§ **Task**:
Each line below with the word "inHgToPa" needs to be copied.

§ **Source data**:
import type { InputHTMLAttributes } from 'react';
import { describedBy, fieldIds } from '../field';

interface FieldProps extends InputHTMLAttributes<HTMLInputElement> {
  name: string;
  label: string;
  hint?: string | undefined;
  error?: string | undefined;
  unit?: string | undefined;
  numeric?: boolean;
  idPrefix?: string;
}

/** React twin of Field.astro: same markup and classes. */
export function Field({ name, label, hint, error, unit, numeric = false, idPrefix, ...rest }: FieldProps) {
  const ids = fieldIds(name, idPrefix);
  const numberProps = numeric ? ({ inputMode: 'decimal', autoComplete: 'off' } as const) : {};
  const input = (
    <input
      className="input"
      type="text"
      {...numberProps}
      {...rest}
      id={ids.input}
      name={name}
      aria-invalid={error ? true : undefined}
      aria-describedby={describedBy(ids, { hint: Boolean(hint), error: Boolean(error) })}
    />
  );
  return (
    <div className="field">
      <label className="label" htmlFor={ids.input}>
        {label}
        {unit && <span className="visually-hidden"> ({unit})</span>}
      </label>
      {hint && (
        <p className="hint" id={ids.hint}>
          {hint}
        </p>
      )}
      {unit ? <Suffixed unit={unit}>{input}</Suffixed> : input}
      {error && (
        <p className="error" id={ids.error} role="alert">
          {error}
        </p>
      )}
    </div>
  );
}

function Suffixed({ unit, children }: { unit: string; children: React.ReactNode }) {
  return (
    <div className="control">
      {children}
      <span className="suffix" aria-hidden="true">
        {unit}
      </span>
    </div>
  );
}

--

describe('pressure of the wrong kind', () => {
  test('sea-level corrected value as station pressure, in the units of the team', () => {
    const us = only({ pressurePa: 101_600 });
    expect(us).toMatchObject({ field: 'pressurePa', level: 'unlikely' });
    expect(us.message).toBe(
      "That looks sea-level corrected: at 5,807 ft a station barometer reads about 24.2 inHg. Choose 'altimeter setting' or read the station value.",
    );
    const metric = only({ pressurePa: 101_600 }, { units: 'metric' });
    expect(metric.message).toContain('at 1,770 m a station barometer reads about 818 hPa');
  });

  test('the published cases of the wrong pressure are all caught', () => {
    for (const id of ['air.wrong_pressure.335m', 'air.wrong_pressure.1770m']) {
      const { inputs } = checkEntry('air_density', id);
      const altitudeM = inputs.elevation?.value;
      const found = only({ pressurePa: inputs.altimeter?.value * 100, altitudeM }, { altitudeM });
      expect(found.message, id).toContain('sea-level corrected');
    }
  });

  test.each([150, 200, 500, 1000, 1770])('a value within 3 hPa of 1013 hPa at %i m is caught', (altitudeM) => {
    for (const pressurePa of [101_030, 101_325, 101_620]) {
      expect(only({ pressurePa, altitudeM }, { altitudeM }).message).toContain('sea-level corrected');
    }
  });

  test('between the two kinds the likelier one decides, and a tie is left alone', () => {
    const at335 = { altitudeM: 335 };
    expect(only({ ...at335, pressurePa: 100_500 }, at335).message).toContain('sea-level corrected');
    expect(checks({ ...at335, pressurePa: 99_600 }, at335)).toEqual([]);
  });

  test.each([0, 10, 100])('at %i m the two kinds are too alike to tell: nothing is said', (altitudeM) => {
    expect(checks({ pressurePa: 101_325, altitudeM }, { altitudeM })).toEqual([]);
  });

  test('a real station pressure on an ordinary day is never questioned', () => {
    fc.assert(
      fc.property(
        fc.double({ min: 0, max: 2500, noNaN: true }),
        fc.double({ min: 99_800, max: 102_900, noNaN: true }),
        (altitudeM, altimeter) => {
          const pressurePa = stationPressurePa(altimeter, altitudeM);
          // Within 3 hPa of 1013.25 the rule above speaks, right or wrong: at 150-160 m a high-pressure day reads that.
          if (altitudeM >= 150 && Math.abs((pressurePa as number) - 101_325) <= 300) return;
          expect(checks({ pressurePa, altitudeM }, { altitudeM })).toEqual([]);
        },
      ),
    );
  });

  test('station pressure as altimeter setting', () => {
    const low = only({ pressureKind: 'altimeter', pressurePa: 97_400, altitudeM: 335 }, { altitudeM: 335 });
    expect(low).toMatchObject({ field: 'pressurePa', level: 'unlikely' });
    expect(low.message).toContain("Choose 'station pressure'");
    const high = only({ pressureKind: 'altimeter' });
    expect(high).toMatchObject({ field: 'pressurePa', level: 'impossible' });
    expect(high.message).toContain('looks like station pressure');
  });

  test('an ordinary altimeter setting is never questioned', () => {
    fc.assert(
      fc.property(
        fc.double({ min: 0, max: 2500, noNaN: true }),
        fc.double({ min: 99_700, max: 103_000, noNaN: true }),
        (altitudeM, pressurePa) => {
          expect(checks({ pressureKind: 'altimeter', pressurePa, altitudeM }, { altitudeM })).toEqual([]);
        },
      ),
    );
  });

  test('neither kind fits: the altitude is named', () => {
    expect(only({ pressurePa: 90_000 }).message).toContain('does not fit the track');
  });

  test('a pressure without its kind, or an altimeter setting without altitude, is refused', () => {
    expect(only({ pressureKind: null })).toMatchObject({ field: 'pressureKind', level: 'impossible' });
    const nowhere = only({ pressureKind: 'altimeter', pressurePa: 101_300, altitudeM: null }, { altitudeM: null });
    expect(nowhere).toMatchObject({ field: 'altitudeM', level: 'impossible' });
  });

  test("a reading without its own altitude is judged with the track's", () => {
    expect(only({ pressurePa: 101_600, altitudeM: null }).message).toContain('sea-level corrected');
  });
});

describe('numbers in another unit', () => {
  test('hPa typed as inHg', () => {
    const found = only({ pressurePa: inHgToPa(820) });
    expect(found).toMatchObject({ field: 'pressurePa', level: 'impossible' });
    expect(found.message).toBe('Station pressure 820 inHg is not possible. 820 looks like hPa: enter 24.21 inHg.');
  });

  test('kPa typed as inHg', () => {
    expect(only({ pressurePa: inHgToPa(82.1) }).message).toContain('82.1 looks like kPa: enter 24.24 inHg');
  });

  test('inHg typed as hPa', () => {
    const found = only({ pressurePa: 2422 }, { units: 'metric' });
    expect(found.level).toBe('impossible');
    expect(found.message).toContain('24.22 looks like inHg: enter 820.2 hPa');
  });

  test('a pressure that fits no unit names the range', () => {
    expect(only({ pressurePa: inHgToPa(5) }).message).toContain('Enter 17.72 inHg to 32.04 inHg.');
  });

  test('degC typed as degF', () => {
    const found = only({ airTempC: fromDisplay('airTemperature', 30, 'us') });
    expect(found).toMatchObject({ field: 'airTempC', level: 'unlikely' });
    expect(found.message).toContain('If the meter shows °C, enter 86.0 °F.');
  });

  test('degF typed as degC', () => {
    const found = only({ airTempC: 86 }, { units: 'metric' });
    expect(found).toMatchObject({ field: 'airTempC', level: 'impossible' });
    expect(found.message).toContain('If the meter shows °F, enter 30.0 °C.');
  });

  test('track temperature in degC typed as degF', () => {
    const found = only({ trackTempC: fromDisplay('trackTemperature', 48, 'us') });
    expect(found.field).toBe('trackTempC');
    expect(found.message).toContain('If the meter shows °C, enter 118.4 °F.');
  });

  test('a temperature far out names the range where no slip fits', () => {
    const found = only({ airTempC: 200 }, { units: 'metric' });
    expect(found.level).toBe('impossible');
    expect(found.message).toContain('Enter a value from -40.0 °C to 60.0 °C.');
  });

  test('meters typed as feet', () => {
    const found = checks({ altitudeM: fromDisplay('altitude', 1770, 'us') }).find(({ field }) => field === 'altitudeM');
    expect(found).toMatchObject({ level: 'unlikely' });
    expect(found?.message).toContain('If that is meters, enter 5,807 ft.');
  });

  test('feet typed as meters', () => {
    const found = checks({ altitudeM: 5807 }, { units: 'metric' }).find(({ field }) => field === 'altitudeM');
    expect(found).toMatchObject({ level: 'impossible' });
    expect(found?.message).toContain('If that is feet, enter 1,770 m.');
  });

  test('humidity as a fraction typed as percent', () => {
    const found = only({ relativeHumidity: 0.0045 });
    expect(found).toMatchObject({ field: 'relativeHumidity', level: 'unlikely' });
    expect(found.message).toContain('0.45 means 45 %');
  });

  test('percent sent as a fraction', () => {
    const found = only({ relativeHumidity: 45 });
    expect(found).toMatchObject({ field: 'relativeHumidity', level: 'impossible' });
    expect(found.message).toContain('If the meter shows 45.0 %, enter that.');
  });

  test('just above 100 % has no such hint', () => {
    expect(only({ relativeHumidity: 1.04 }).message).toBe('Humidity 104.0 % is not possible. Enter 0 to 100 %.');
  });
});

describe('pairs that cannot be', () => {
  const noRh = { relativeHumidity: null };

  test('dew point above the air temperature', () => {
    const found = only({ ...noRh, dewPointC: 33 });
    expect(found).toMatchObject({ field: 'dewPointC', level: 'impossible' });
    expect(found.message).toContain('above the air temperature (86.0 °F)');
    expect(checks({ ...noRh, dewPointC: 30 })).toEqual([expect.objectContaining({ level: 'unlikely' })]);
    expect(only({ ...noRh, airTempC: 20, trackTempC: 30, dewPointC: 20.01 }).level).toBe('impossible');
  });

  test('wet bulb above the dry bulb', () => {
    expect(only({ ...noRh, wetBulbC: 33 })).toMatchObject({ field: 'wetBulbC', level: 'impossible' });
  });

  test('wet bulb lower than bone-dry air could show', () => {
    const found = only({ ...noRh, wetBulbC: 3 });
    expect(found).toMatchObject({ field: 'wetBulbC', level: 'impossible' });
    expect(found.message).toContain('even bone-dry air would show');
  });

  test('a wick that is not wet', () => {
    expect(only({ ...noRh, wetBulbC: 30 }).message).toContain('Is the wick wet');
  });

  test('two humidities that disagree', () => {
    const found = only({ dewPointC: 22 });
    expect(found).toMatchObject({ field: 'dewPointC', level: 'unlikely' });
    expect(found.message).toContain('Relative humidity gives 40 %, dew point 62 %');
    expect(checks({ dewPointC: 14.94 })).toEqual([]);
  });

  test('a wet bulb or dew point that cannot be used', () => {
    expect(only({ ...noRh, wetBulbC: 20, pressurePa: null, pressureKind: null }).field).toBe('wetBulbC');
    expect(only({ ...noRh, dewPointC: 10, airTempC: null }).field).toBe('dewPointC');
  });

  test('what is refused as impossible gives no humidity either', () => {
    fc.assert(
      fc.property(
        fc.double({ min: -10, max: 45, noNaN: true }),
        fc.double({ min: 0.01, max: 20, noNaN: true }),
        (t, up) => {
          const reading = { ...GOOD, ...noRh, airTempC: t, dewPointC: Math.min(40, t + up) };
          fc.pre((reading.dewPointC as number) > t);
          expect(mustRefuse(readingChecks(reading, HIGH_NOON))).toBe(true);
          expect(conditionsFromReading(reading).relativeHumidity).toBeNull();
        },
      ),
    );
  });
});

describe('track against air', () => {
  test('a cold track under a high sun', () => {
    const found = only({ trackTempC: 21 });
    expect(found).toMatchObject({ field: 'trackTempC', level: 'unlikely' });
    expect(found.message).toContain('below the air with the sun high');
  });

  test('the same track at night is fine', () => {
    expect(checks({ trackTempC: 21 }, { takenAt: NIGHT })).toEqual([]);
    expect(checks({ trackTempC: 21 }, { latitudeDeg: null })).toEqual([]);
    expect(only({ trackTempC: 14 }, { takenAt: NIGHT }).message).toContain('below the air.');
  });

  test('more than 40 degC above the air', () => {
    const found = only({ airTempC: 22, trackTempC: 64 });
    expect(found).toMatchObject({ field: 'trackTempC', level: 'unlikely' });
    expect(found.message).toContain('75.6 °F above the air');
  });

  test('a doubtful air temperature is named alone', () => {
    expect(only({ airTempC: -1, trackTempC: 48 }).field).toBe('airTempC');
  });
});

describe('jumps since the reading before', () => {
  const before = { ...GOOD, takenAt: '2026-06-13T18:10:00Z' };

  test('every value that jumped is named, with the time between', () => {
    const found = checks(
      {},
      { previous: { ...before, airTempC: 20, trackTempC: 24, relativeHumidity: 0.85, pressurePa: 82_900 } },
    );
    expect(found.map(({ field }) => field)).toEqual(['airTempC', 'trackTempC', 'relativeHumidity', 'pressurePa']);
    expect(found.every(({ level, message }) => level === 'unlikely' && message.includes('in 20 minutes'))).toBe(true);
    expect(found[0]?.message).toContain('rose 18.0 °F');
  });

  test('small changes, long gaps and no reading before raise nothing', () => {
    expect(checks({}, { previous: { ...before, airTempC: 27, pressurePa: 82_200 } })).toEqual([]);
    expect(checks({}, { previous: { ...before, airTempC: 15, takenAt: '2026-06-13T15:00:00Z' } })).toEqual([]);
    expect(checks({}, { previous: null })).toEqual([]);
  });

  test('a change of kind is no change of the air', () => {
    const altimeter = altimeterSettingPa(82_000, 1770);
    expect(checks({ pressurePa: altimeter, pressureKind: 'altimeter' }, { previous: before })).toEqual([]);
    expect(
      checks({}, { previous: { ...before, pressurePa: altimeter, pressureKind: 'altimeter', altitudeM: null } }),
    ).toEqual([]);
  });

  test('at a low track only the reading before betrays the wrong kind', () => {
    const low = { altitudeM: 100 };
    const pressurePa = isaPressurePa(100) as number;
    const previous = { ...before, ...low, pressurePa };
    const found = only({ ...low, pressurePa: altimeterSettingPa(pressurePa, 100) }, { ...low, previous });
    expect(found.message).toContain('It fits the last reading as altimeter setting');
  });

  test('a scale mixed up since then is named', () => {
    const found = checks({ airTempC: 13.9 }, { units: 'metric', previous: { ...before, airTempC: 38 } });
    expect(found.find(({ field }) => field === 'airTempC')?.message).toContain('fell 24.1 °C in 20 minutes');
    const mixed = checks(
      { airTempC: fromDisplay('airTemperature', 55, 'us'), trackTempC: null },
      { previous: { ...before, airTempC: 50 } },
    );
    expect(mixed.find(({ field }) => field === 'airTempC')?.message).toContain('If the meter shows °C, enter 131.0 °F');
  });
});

§ **Task answer**:
    const found = only({ pressurePa: inHgToPa(820) });
    expect(only({ pressurePa: inHgToPa(82.1) }).message).toContain('82.1 looks like kPa: enter 24.24 inHg');
    expect(only({ pressurePa: inHgToPa(5) }).message).toContain('Enter 17.72 inHg to 32.04 inHg.');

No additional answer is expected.